Isole Cook o Polinesia Francese: quale destinazione scegliere?

Isole Cook o Polinesia

Diciamolo subito: sia le Isole Cook che la Polinesia Francese sono due destinazioni magnifiche. E questo complica non poco le cose. Sarebbe stato più semplice scegliere tra una destinazione un pò più “bruttina” ( sempre che esista una destinazione “bruttina” ) e una meta da sogno, ma non è il nostro caso, dato che entrambe sono mete a dir poco favolose! E dunque, Isole Cook o Polinesia Francese per il vostro prossimo viaggio? Quale meta scegliere?

Una scelta estremamente difficile: Isole Cook o Polinesia Francese?

Isole Cook o Polinesia

Partiamo dal presupposto che non esiste una sola Polinesia, ma anche le Cook fanno parte della Polinesia. No, non sto dicendo un’inesattezza ma è la verità. Quando parliamo di Polinesia, ci riferiamo a diversi arcipelaghi, tra cui anche le Isole Cook. C’è poi la Polinesia Francese invece, che è tutt’altra cosa ed è quella che conoscete anche voi.

Questo è per rimarcare il fatto che entrambe le destinazioni sono straordinarie e incredibilmente ricche di bellezze naturalistiche e paesaggistiche.

Ma nonostante la vicinanza sono comunque due mete molto diverse tra loro, con culture, stili di vita e realtà completamente differenti.

Fare una scelta non è semplice, lo so; ma cercherò con questo articolo di darvi qualche spunto di riflessione per prendere la decisione migliore per voi, sulla base delle vostre esigenze e caratteristiche del vostro viaggio ideale.

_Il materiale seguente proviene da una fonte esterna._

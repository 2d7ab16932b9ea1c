// The demo network plants stories for the retention, manikin and calibration figures: learners who come back
// for recertification and pass their first attempt less often after longer gaps, one adult manikin whose
// depth sensor reads 4 mm deep from the autumn of 2025, and one lenient instructor; and the quality lead's
// two improvement actions with the alert digest the imports would have mailed. The services that answer the
// pages and the CLI must find each of them in the seeded database.
import { afterAll, beforeAll, describe, expect, it } from "vitest";
import type { Db } from "../../../server/db/client";
import { DEMO_SCENARIO } from "../../../server/demo/scenario";
import { digestText } from "../../../server/alerts/importAlerts";
import { allAlerts, myAlerts } from "../../../server/alerts/history";
import { findUserByEmail } from "../../../server/users/service";
import { currentSignals } from "../../../server/alerts/signals";
import { evaluateAction } from "../../../server/actions/evaluation";
import { allActions } from "../../../server/actions/service";
import { listOutbox } from "../../../server/mail/outbox";
import { calibrationByInstructor } from "../../../server/metrics/calibration";
import { monthlyRunChart } from "../../../server/metrics/monthlyRunChart";
import { quarterOf } from "../../../shared/period";
import { manikinDriftReport } from "../../../server/metrics/manikinDrift";
import { retention } from "../../../server/metrics/retention";
import { seedDemo } from "../../../server/seed/seedDemo";
import { makeTestDb } from "../../helpers/testApp";

let db: Db;
beforeAll(async () => {
  db = makeTestDb();
  await seedDemo(db, { today: "2026-12-01" });
}, 180_000);
afterAll(() => db.$client.close());

describe("demo story: returning learners", () => {
  it("has returns after 6 to 24 months, with fewer first-attempt passes after longer gaps", () => {
    const answer = retention(db, "2025-Q1", "2026-Q4");
    const bin = (months: string) => answer.returning.find((r) => r.months === months)!;
    expect(bin("0-6").learners).toBe(0);
    expect(bin("6-12").learners).toBeGreaterThan(150);
    expect(bin("12-18").learners).toBeGreaterThan(40);
    expect(bin("6-12").rate!).toBeGreaterThan(bin("12-18").rate!);
    expect(bin("12-18").rate!).toBeGreaterThan(bin("18-24").rate!);
    expect(answer.first_time.learners).toBeGreaterThan(1500);
  });
});

describe("demo story: the drifting manikin", () => {
  it("flags only the drifting manikin in 2026, about 4 mm deep", () => {
    const rows = manikinDriftReport(db, { from: "2026-Q1", to: "2026-Q4", siteId: null });
    const flagged = rows.filter((r) => r.flag === "check");
    expect(flagged.map((r) => r.manikin)).toEqual([DEMO_SCENARIO.driftingSensor.manikin]);
    expect(flagged[0].offset_mm!).toBeGreaterThan(3);
    expect(flagged[0].offset_mm!).toBeLessThan(5);
    expect(flagged[0].ci95![0]).toBeGreaterThan(0);
  });

  it("shows the step in the paired differences: near 0 before the drift, about +4 mm after", () => {
    const [row] = manikinDriftReport(db, { from: "2025-Q1", to: "2026-Q4", siteId: null }).filter((r) => r.manikin === DEMO_SCENARIO.driftingSensor.manikin);
    const meanOf = (list: number[]) => list.reduce((s, v) => s + v, 0) / list.length;
    const before = row.differences.filter((d) => d.date < DEMO_SCENARIO.driftingSensor.from).map((d) => d.difference_mm);
    const after = row.differences.filter((d) => d.date >= DEMO_SCENARIO.driftingSensor.from).map((d) => d.difference_mm);
    expect(before.length).toBeGreaterThan(5);
    expect(Math.abs(meanOf(before))).toBeLessThan(1.5);
    expect(meanOf(after)).toBeGreaterThan(3);
  });
});

describe("demo story: the drifting manikin in the import alerts", () => {
  it("is a signal over the newest four quarters, named with its offset in the digest", () => {
    const signals = currentSignals(db, "2026-12-01");
    expect(signals.drift.map((s) => s.key)).toEqual([`drift:${DEMO_SCENARIO.driftingSensor.manikin}:deeper`]);
    expect(signals.drift[0]).toMatchObject({ from: "2026-Q1", to: "2026-Q4", siteCode: "LTQ" });
    const text = digestText(signals);
    expect(text).toMatch(/Manikins whose depth readings differ from their peers' in the same classes, 2026 Q1 to 2026 Q4:/);
    expect(text).toMatch(new RegExp(`${DEMO_SCENARIO.driftingSensor.manikin} \\(LTQ\\): reads \\+[34]\\.\\d mm against its peers over \\d+ shared classes`));
  });
});

describe("demo story: the lenient instructor", () => {
  it("passes far more measured failures than any other instructor, every quarter of 2026", () => {
    for (const quarter of ["2026-Q1", "2026-Q2", "2026-Q3", "2026-Q4"]) {
      const rows = calibrationByInstructor(db, quarter);
      const lenient = rows.find((r) => r.instructor === DEMO_SCENARIO.lenientInstructor.code)!;
      const others = rows.filter((r) => r.instructor !== lenient.instructor);
      expect(lenient.lenient_share!, quarter).toBeGreaterThan(0.8);
      for (const other of others) expect(other.lenient_share ?? 0, `${other.instructor} in ${quarter}`).toBeLessThan(lenient.lenient_share!);
    }
  });
});

describe("demo story: improvement actions and the alert digest", () => {
  it("records the refresher, whose pass rate rose after it, and the depth cards, which moved nothing", () => {
    const actions = allActions(db);
    expect(actions).toHaveLength(2);
    const refresher = actions.find((a) => a.aim === "passRate")!;
    expect(refresher).toMatchObject({ siteId: null, instructorId: null, profile: null, owner: "Imogen Tarrow" });
    expect(quarterOf(refresher.startDate)).toBe(DEMO_SCENARIO.refresher.quarter);
    expect(evaluateAction(db, refresher).verdict).toBe("up");
    const monthly = monthlyRunChart(db, { from: "2025-Q1", to: "2026-Q4", siteId: null, instructorId: null, profile: null }, { splitAt: refresher.startDate });
    const [before, after] = monthly.phases;
    expect(after.median! - before.median!).toBeGreaterThan(0.1);
    expect(monthly.signal).toBe(true);

    const cards = actions.find((a) => a.aim === "too_shallow")!;
    expect(cards).toMatchObject({ siteCode: "WRM", profile: "adult", status: "stopped" });
    expect(evaluateAction(db, cards).verdict).toBe("no clear change");
  });

  it("keeps the digest about the instructor below the funnel limits in the outbox, for the coordinator and the quality lead", () => {
    const digests = listOutbox(db).filter((m) => m.subject.includes("after the latest import"));
    expect(digests.flatMap((m) => m.recipients).sort()).toEqual(["imogen.tarrow@harrowmere-cpr.example", "rowan.ellery@harrowmere-cpr.example"]);
    for (const message of digests) {
      expect(message.text).toContain("outside the 99.8 % funnel limits");
      expect(message.text).toMatch(/- IN06: below the limits \(\d+ of \d+ attempts passed\)/);
      expect(message.text).not.toContain("Desmond Quarrie");
      // the refresher's rise is a run above the network's median reaching the newest month
      expect(message.text).toMatch(/- The network: above its median in \d+ months from/);
    }
    // the instructor account's defaults (service and drift of its own site's manikins) hold nothing here:
    // no empty message, and nothing about IN06
    expect(listOutbox(db).filter((m) => m.recipients.includes("ilse.pendrake@harrowmere-cpr.example"))).toEqual([]);
  });

  it("lists what the coordinator was mailed on the Alerts page, with the page behind each signal", () => {
    const coordinator = findUserByEmail(db, "rowan.ellery@harrowmere-cpr.example")!;
    const { deliveries } = myAlerts(db, coordinator.id);
    expect(deliveries.map((d) => d.kind).sort()).toEqual(["drift", "funnel", "service", "shift"]);
    expect(deliveries.find((d) => d.kind === "drift")!.link).toEqual({
      label: `Manikin ${DEMO_SCENARIO.driftingSensor.manikin}`,
      path: `/equipment/manikins/${DEMO_SCENARIO.driftingSensor.manikin}`,
    });
    expect(allAlerts(db).signals.every((s) => s.recipients === 2)).toBe(true);
  });
});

Scegliere la Polinesia Francese: gli aspetti positivi

Bora Bora
  • La Polinesia Francese è perfetta se avete intenzione di soggiornare su numerose isole, in quanto le possibilità sono davvero infinite.
  • Il mare, le lagune e le barriere coralline sono davvero straordinarie, tra le migliori al mondo e questo è davvero indiscutibile.
  • Ci sono numerose isole così diverse tra loro; dagli atolli corallini ideali per fare immersioni e snorkeling, alle isole vulcaniche perfette anche per escursioni tra cascate, giungle e foreste. Le attività da fare sono sempre numerose e c’è una grandissima varietà.
  • In Polinesia Francese avrete l’imbarazzo della scelta quanto a sistemazioni: dalle più semplici guesthouse e pensioni familiari ai resort più lussuosi e sofisticati del pianeta.
  • E’ la meta ideale per soggiorni rilassanti e per un viaggio da sogno. Insomma quel viaggio che tutti pensiamo di fare almeno una volta nella vita: questa è decisamente la meta perfetta!
  • Quanto a collegamenti aerei è solitamente l’arcipelago più comodo da raggiungere. L’aeroporto di Papeete è ben collegato dall’Europa, dal Giappone, dalla Nuova Zelanda, dall’Australia, dagli Stati Uniti, dunque è molto semplice riuscire a trovare una buona soluzione per i voli, soprattutto per i combinati di più destinazioni. Ad esempio, se prima di raggiungere la Polinesia Francese trascorrerete alcuni giorni in Giappone, non sarebbe poi difficile da lì raggiungerla.
  • E’ la destinazione con più Overwater in assoluto, quindi se sognate di concedervi qualche giorno di relax in una villa sull’acqua avrete l’imbarazzo della scelta quanto a sistemazioni.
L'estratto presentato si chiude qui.